» **Task instructions**: Number of lines below with the word "through": give it and nothing more.

» **Data section**:
def write_surfaces(predict: CellPredictor, grid: GridSpec, inside: np.ndarray | None, scale: SurfaceScale,
                   crs_wkt: str, fields: Sequence[FieldRasters], progress: Callable[[float], None] | None = None,
                   should_stop: Callable[[], bool] | None = None, check: ExtrapolationCheck | None = None,
                   distance_path: str = "", covariates: Callable[[int, int], np.ndarray] | None = None,
                   ) -> NodataCounts:
    """Predict every cell (those with ``inside`` True) and write each field's GeoTIFFs; returns the nodata counts.

    ``predict`` gives one mean column per field of ``fields`` (shape (m,) for one field, (m, k) for k)
    and one variance, which each field scales by its ``variance_factor``. Cells outside the mask,
    cells the predictor leaves NaN (a local neighbourhood with too few samples in range) and values
    that do not fit Float32 are stored as nodata; :class:`..io.nodata_counts.NodataCounts` counts the last two.
    With a ``check``, a field's cells whose mean lies outside what the model allows are nodata too (and
    counted there, not in the counts returned), and the extrapolation counts are made; with a
    ``distance_path`` as well, the distance to the nearest sample is written there (GeoTIFF, nodata
    outside the mask). ``covariates(row_start, row_stop)``, when the mean names covariates, gives their design
    columns at the cells of those rows (raster order, NaN where a covariate has no usable value: such cells
    are nodata and counted in ``NodataCounts.no_covariate``).

    Every field's files appear together at the end (or, inside an :class:`..io.staging.OutputSet`, with
    the set's commit).

    Raises
    ------
    Cancelled
        When ``should_stop()`` turns True; no output file is left.
    FieldcastError
        When a raster would be nodata at every resolved cell (:meth:`..io.nodata_counts.NodataCounts.error`);
        no file is left.
    """
    if distance_path and check is None:
        raise FieldcastError("The distance raster needs the samples: pass an ExtrapolationCheck with distance_path.")
    step = block_rows(grid, len(fields))
    unresolved = kriged = no_covariate = 0
    lost = {f"{output.field} {kind}": 0 for output in fields for kind in SURFACE_KINDS if output.paths.get(kind)}
    with staged_together(), contextlib.ExitStack() as stack:
        distance_writer = (stack.enter_context(GeoTiffWriter(distance_path, grid, 1, crs_wkt, [DISTANCE_DESCRIPTION],
                                                             fields[0].metadata)) if distance_path else None)
        writers = []
        for output in fields:
            descriptions = scale.descriptions(output.field)
            kinds = [kind for kind in SURFACE_KINDS if output.paths.get(kind)]
            writers.append({kind: stack.enter_context(GeoTiffWriter(output.paths[kind], grid, 1, crs_wkt,
                                                                     [descriptions[kind]], output.metadata))
                            for kind in kinds})
        kinds_asked = [kind for kind in SURFACE_KINDS if any(kind in field_writers for field_writers in writers)]
        for start in range(0, grid.n_rows, step):
            if should_stop is not None and should_stop():
                raise Cancelled("Prediction was cancelled.")
            stop = min(start + step, grid.n_rows)
            centres = grid.cell_centres(start, stop)
            keep = np.ones(len(centres), bool) if inside is None else inside[start:stop].ravel()
            columns = None
            if covariates is not None and keep.any():
                columns = covariates(start, stop)
                usable = np.all(np.isfinite(columns), axis=1)
                no_covariate += int(np.count_nonzero(keep & ~usable))
                keep = keep & usable
                columns = columns[keep]
            bands = [{kind: np.full(len(centres), np.nan) for kind in field_writers} for field_writers in writers]
            distance = np.full(len(centres), np.nan)
            if keep.any():
                def block_progress(fraction: float, start: int = start, stop: int = stop) -> None:
                    if progress is not None:
                        progress((start + fraction * (stop - start)) / grid.n_rows)

                found = predict_points(predict, centres[keep], scale, kinds_asked,
                                       variance_factors=[output.variance_factor for output in fields], check=check,
                                       covariates=columns, progress=block_progress, should_stop=should_stop)
                kriged += len(found.resolved)
                unresolved += int(np.count_nonzero(~found.resolved))
                if distance_writer is not None:
                    distance[keep] = check.distances(centres[keep])
                for column, (output, field_bands) in enumerate(zip(fields, bands)):
                    for kind in field_bands:
                        values = found.layers[column][kind]
                        field_bands[kind][keep] = values
                        lost[f"{output.field} {kind}"] += int(np.count_nonzero(found.kept[:, column]
                                                                               & unwritable(values)))
            for field_writers, field_bands in zip(writers, bands):
                for kind, writer in field_writers.items():
                    writer.write_block(0, start, field_bands[kind])
            if distance_writer is not None:
                distance_writer.write_block(0, start, distance)
            if progress is not None:
                progress(stop / grid.n_rows)
        counts = NodataCounts(kriged, unresolved, lost, no_covariate)
        if counts.error() is not None:
            raise counts.error()
        for writer in [*(writer for field_writers in writers for writer in field_writers.values()),
                       *([distance_writer] if distance_writer is not None else [])]:
            writer.commit()
    return counts
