@dataclass(frozen=True)
class SurfaceScale:
    """How modelling-scale kriging results become output numbers.

    Attributes
    ----------
    transform : Transform
        Transform of the model.
    backtransform : str
        ``"median"`` (``exp(mu) - offset`` for a log model, the inverse transform ``g(mu)`` in general) or ``"mean"``
        (``exp(mu + s2/2) - offset``; Gauss-Hermite quadrature of ``g`` for Box-Cox and normal-score models).
    support : str
        ``"point"`` (value at the cell centre) or ``"cell"`` (average over the cell).
    threshold : float or None
        Threshold of the exceedance probability, attribute units.
    interval : float
        Probability of the central predictive interval whose ends the ``"lower"`` and ``"upper"``
        rasters hold: the quantiles at ``(1 - interval) / 2`` and ``(1 + interval) / 2``
        (0.9 gives the 5 % and 95 % quantiles).
    measurement_variance : float or None
        None predicts the true value (the kriging variance as it is); a number (modelling units squared, of the
        predictor's model: :func:`.target.measurement_variance`) predicts a new measurement, whose error variance
        adds it to the kriging variance before any field's variance factor.

    Raises
    ------
    FieldcastError
        If ``interval`` is not strictly between 0 and 1.
    """

    transform: Transform
    backtransform: str = "median"
    support: str = "point"
    threshold: float | None = None
    interval: float = 0.9
    measurement_variance: float | None = None

    def __post_init__(self) -> None:
        check_interval(self.interval)

    @property
    def variance_words(self) -> str:
        """What the variances leave out or include, for the band descriptions."""
        if self.measurement_variance is None:
            return "nugget excluded"
        return f"of a new measurement: nugget and measurement error {self.measurement_variance:.4g} included"

    @property
    def interval_z(self) -> float:
        """Standard normal quantile of the upper interval end, ``z`` at ``(1 + interval) / 2``."""
        return float(stats.norm.ppf(0.5 + 0.5 * self.interval))

    def values(self, mean: np.ndarray, variance: np.ndarray) -> tuple[np.ndarray, np.ndarray]:
        """Prediction and variance in attribute units (squared for the variance)."""
        if self.backtransform == "mean":
            return self.transform.back_moments(mean, variance)
        return self.transform.back_median(mean), self.transform.back_variance(mean, variance)

    def layers(self, mean: np.ndarray, variance: np.ndarray, kinds) -> dict[str, np.ndarray]:
        """The rasters named in ``kinds`` (of :data:`SURFACE_KINDS`) for modelling-scale ``mean`` and ``variance``."""
        prediction, back_variance = self.values(mean, variance)
        layers = {"prediction": prediction, "variance": back_variance}
        if "sd" in kinds:
            layers["sd"] = np.sqrt(back_variance)  # Transform.back_sd, without a second quadrature
        if "lower" in kinds:
            layers["lower"] = self.transform.back_quantile(mean, variance, -self.interval_z)
        if "upper" in kinds:
            layers["upper"] = self.transform.back_quantile(mean, variance, self.interval_z)
        if "exceedance" in kinds:
            layers["exceedance"] = exceedance_probability(mean, variance, self.threshold, transform=self.transform)
        return {kind: layers[kind] for kind in kinds}

    def quantile_words(self) -> tuple[str, str]:
        """The lower and upper interval ends as probabilities in words, e.g. ``("5 %", "95 %")``."""
        return f"{50 * (1 - self.interval):g} %", f"{50 * (1 + self.interval):g} %"

    def descriptions(self, field: str) -> dict[str, str]:
        """Band descriptions of the rasters of :data:`SURFACE_KINDS`."""
        points = f"{DEFAULT_POINTS_PER_SIDE} x {DEFAULT_POINTS_PER_SIDE} points"
        arithmetic = self.support == "cell" and self.transform.kind == "log"
        where = "at the cell centre" if self.support == "point" else f"average over the cell (block kriging, {points})"
        in_log = (f"arithmetic average over the cell in attribute units ({points}; exact lognormal mean and "
                  "variance, moment-matched lognormal for quantiles and exceedance)") if arithmetic else \
            f"{where} in the log scale"
        exceedance = (f"probability that {field} ({where}) exceeds {self.threshold:g} attribute units, under the "
                      "Gaussian model of the kriging mean and variance" if self.threshold is not None else "")
        low, high = self.quantile_words()
        if self.transform.kind == "none":
            quantile = (f"{{}} quantile of {field} (attribute units; mu {{}} z s, normal predictive distribution "
                        f"{where})")
            return {"prediction": f"prediction of {field} (attribute units; kriging prediction {where})",
                    "variance": f"variance of {field} (attribute units squared; kriging error variance {where}, "
                                f"{self.variance_words})",
                    "sd": f"standard error of {field} (attribute units; square root of the kriging error variance "
                          f"{where}, {self.variance_words})",
                    "lower": quantile.format(low, "-"), "upper": quantile.format(high, "+"),
                    "exceedance": exceedance}
        if not self.transform.is_log:
            return self._inverse_descriptions(field, where, exceedance, low, high)
        offset = self.transform.offset
        formula = "exp(mu) - offset" if self.backtransform == "median" else "exp(mu + s2/2) - offset"
        quantile = (f"{{}} quantile of {field} (attribute units; lognormal predictive distribution: exp(mu {{}} z s) "
                    f"- offset, offset {offset:g}; {in_log})")
        return band_words(f"prediction of {field} (attribute units; log model back-transformed to the "
                          f"{self.backtransform}: {formula}, offset {offset:g}; {in_log})",
                          f"variance of {field} (attribute units squared; lognormal: exp(2 mu + s2) (exp(s2) - 1), "
                          f"{self.variance_words}; {in_log})",
                          f"standard error of {field} (attribute units; lognormal: exp(mu + s2/2) sqrt(exp(s2) - 1), "
                          f"{self.variance_words}; {in_log})",
                          (quantile.format(low, "-"), quantile.format(high, "+")),
                          exceedance + (" (threshold log-transformed like the data)" if exceedance else ""))

    def _inverse_descriptions(self, field: str, where: str, exceedance: str, low: str, high: str) -> dict[str, str]:
        """Band descriptions of a Box-Cox (lambda not 0) or normal-score model: back-transforms through the inverse
        ``g`` and Gauss-Hermite quadrature (:mod:`..model.transform`)."""
        scale = self.transform.units_note
        quadrature = f"Gauss-Hermite quadrature, {HERMITE_ORDER} nodes"
        formula = "g(mu), the inverse transform" if self.backtransform == "median" else f"E g(Y), {quadrature}"
        quantile = f"{{}} quantile of {field} (attribute units; g(mu {{}} z s); {where} in the {scale})"
        return band_words(f"prediction of {field} (attribute units; {scale} back-transformed to the "
                          f"{self.backtransform}: {formula}; {where} in the {scale})",
                          f"variance of {field} (attribute units squared; {quadrature}, {self.variance_words}; "
                          f"{where} in the {scale})",
                          f"standard error of {field} (attribute units; square root of the variance by {quadrature}, "
                          f"{self.variance_words}; {where} in the {scale})",
                          (quantile.format(low, "-"), quantile.format(high, "+")),
                          exceedance + (" (threshold transformed like the data)" if exceedance else ""))
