"""Probability that the attribute exceeds a threshold, from the kriging mean and variance.

Under the Gaussian model the quantity at a cell, given the data, is normal with the
kriging mean ``mu`` and error variance ``s2`` (modelling scale), so::

    P(Z(x) > t) = 1 - Phi((t' - mu) / s),    t' = forward(t)

with ``Phi`` the standard normal distribution function. A log-transformed model is
lognormal in the original scale; because the transform is increasing,
``Z > t`` exactly when ``ln(Z + offset) > ln(t + offset)``, so the threshold is
transformed the same way as the data. Where ``s = 0`` (a datum without nugget) the
probability is 1 above the threshold and 0 otherwise.

Which variance: by default (``target="field"``) ``s2`` is the variance of the
latent field's prediction error — the probability that the field itself exceeds
the threshold, which is what a map of contamination above a limit asks. With
``target="measurement"`` the nugget is added: the probability that a new
measurement at the cell (with its measurement error) exceeds the threshold.
For block support, pass the block kriging mean and variance (:mod:`.block`).
"""
from __future__ import annotations

import numpy as np
from scipy import stats

from ..errors import FieldcastError
from ..model.transform import Transform

EXCEEDANCE_TARGETS = ("field", "measurement")
"""What exceeds the threshold: the latent field, or a new measurement (nugget added)."""


def exceedance_probability(mean: np.ndarray, variance: np.ndarray, threshold: float, *,
                           transform: Transform | None = None, target: str = "field",
                           nugget: float = 0.0) -> np.ndarray:
    """``P(Z(x) > threshold)`` per cell under the Gaussian model.

    Parameters
    ----------
    mean, variance : ndarray
        Kriging mean and latent-field error variance in the modelling scale (as
        ``KrigingPredictor.predict(..., include_nugget=False)`` returns them).
    threshold : float
        Threshold in attribute units (original scale, before any transform).
    transform : Transform, optional
        The model's transform; the threshold goes through ``transform.forward``.
    target : str
        ``"field"`` (default) or ``"measurement"``, see the module notes.
    nugget : float
        Nugget variance (modelling scale) added when ``target == "measurement"``.

    Returns
    -------
    ndarray
        Probabilities in [0, 1], shape of ``mean``.
    """
    if target not in EXCEEDANCE_TARGETS:
        raise FieldcastError(f"Unknown exceedance target {target!r}; choose one of {', '.join(EXCEEDANCE_TARGETS)}.")
    if not np.isfinite(threshold):
        raise FieldcastError(f"The threshold must be a finite number; got {threshold!r}.")
    mean = np.asarray(mean, dtype=float)
    variance = np.clip(np.asarray(variance, dtype=float), 0.0, None)
    if target == "measurement":
        variance = variance + float(nugget)
    transform = Transform() if transform is None else transform
    if transform.positive_only and threshold + transform.offset <= 0:
        # Z + offset > 0 always, so every cell exceeds a threshold at or below -offset.
        return np.ones_like(mean)
    level = float(transform.forward(np.array([threshold]))[0])
    deviation = np.sqrt(variance)
    positive = deviation > 0
    scaled = np.divide(level - mean, deviation, out=np.zeros_like(mean), where=positive)
    return np.where(positive, stats.norm.sf(scaled), (mean > level).astype(float))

» **Reply to the task**: 2